Your damp clothes and water-logged boots kept you awake, all through the smoke suffocating the fire, right until dawn. That late in the summer and dawn wasn't quick in coming through the night, you hardly slept there beneath whispering grasses, hardly dreamed, a yowling sea cat haunted the rug of the house everytime you shut your eyes and shuddered them back open.

In the morning light--you survived until morning light--you trekked along the riverbank, arrowing to a slick path of wide stones in a shallow riverbend. You stepped carefully across them, legs weary, eyes heavy, nothing but necessity propping you on your feet.

Yet another charred disaster, this time atop a hill that you climbed with sea cat bones slung over your shoulder.

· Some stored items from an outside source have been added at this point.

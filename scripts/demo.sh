#!/usr/bin/env bash
# Builds rotcap and runs the bundled demo case end to end; results go to ./rotcap_demo_results
# (the demo's default folder).
set -euo pipefail
cd "$(dirname "$0")/.."
bash scripts/build.sh
export OPENBLAS_NUM_THREADS=1
./build/rotcap demo --overwrite
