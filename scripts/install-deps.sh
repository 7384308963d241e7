#!/usr/bin/env bash
# Installs rotcap's build and test dependencies from Debian 12 packages, only those missing.
# Run as root (or with sudo available). Safe to run repeatedly.
set -euo pipefail
packages=(build-essential cmake libeigen3-dev libsuitesparse-dev libopenblas-dev libvtk9-dev
          libspdlog-dev libtomlplusplus-dev libcli11-dev nlohmann-json3-dev libspectra-dev
          libgtest-dev libhdf5-dev chromium poppler-utils libopenmpi-dev openmpi-bin)
missing=()
for p in "${packages[@]}"; do
  dpkg-query -W -f='${Status}' "$p" 2>/dev/null | grep -q "install ok installed" || missing+=("$p")
done
if [ ${#missing[@]} -eq 0 ]; then
  echo "install-deps: all ${#packages[@]} packages present"
  exit 0
fi
echo "install-deps: installing ${missing[*]}"
SUDO=""
[ "$(id -u)" -eq 0 ] || SUDO="sudo"
$SUDO apt-get update -qq
DEBIAN_FRONTEND=noninteractive $SUDO apt-get install -y -qq --no-install-recommends "${missing[@]}"
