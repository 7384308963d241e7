#!/usr/bin/env bash
# Builds the sanitized tree (build-asan: AddressSanitizer + UndefinedBehaviorSanitizer, -O1 with
# line tables, ROTCAP_SANITIZE=ON; three UBSan checks left out by default, see below) and runs the
# fast tests under it; scripts/test.sh runs it after the Release tests. Extra arguments go to ctest. Any sanitizer report fails its test: UBSan stops
# at the first finding (-fno-sanitize-recover), ASan at its first error, LeakSanitizer at exit.
#
# Left out (ROTCAP_SANITIZE_EXCLUDE, a ctest regular expression): the long runs, every test that
# took more than 20 s under the sanitizers (2 cores, -j2): the demo and the mesh study, the hinge
# studies of tests/verification/hinge (the elastic, LTB and interrupted hinge runs stay), the
# nonlinear shell benchmarks, the determinism and SIGTERM runs, and the report tests that print
# through headless Chromium, the kill and resume trials and the sweeps and studies (many runs each). The code they run (ShellProblem, path following, the hinge study
# and its outputs) is exercised by the shorter tests that stay.
set -euo pipefail
cd "$(dirname "$0")/.."
build=build-asan
# UBSan's alignment, null and vptr checks double GCC's compile time of the Eigen-heavy files (10.5 s
# -> 6.2 s for tests/elements/shell_q4_tangent_test.cpp; the whole tree about 19 -> 16 CPU minutes);
# CI leaves them out to stay nearer its time budget (a null dereference still stops under ASan's SEGV handler). ROTCAP_SANITIZE_SKIP= (empty)
# builds with every check; the whole suite passed that way on 2026-12-03.
skip="${ROTCAP_SANITIZE_SKIP-alignment,null,vptr}"
# ROTCAP_SANITIZED_STEP: build | test | all (default); scripts/test.sh builds this tree while the
# Release tests run (their long tail leaves a core idle) and tests it afterwards.
step="${ROTCAP_SANITIZED_STEP:-all}"
jobs="$(env -u OMP_NUM_THREADS -u OMP_THREAD_LIMIT nproc)"  # GNU nproc honours OMP_NUM_THREADS (test.sh exports 1)
if [[ "$step" != test ]]; then
mkdir -p "$build"
cmake -S . -B "$build" -DCMAKE_BUILD_TYPE=RelWithDebInfo "-DCMAKE_CXX_FLAGS_RELWITHDEBINFO=-O1 -g1 -DNDEBUG" \
  -DROTCAP_SANITIZE=ON "-DROTCAP_SANITIZE_SKIP=$skip" >"$build/configure.log" 2>&1 || { cat "$build/configure.log"; exit 1; }
cmake --build "$build" -j "$jobs"  # everything: each test executable has tests that run here
fi
[[ "$step" == build ]] && exit 0
long="HingeMeshConvergence|cli\.demo$|Determinism\.|SignalStop\.|HingeDemand\.|HingeLocalBuckling\."
long+="|HingePlasticMoment\.|FittedHingeLaw\.|HingeLaws\.SlenderFlange|HingedRoofVerification\."
long+="|SlitAnnularPlateVerification\.|HemisphereVerification\.|ReportPage\.|ReportPdf\.|CurvePlot\."
long+="|Resume\.|ResumeExtension\.|Sweep\.|Study\.|batch\.mpi_sweep|HingeStepRule\."  # many cases, kill trials, 300 steps
exclude="${ROTCAP_SANITIZE_EXCLUDE:-$long}"
export OPENBLAS_NUM_THREADS=1 OMP_NUM_THREADS=1
export UBSAN_OPTIONS="print_stacktrace=1:halt_on_error=1${UBSAN_OPTIONS:+:$UBSAN_OPTIONS}"
ctest --test-dir "$build" --output-on-failure -j "$jobs" -E "$exclude" "$@"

There you found graying ends of tent cloth caught between rocks. Half a cloak survived; whether it had been the jet bird's nest or the sea cat's you weren't sure. Your bedroll had disappeared in the fire remains, same with snowshoes, gloves and seed. Your fingers dreaded digging through the ash so you didn't make them.

Maybe, the ash would grow something pretty out of their burned fruit seed.

What had partially survived were your supplies. Mushrooms, thick vegetables, surrounded by clay bottles in an incidental ring of protection. Of course, you had nothing to carry them with anymore. Except the sea cat's sack.

You made barren breakfast of mushroom caps and thick-skinned vegetables. Squatting on a sharp rock, you first pretended that eating was a replacement for sleep, the motion of teeth and throat and stomach a replica of stillness and dreams and oblivion. Second, you pretended the gray dust was a fine seasoning, a spice, that the bland powder stuck to your tongue was a healthy flavor, like raw grains, or tuber skins.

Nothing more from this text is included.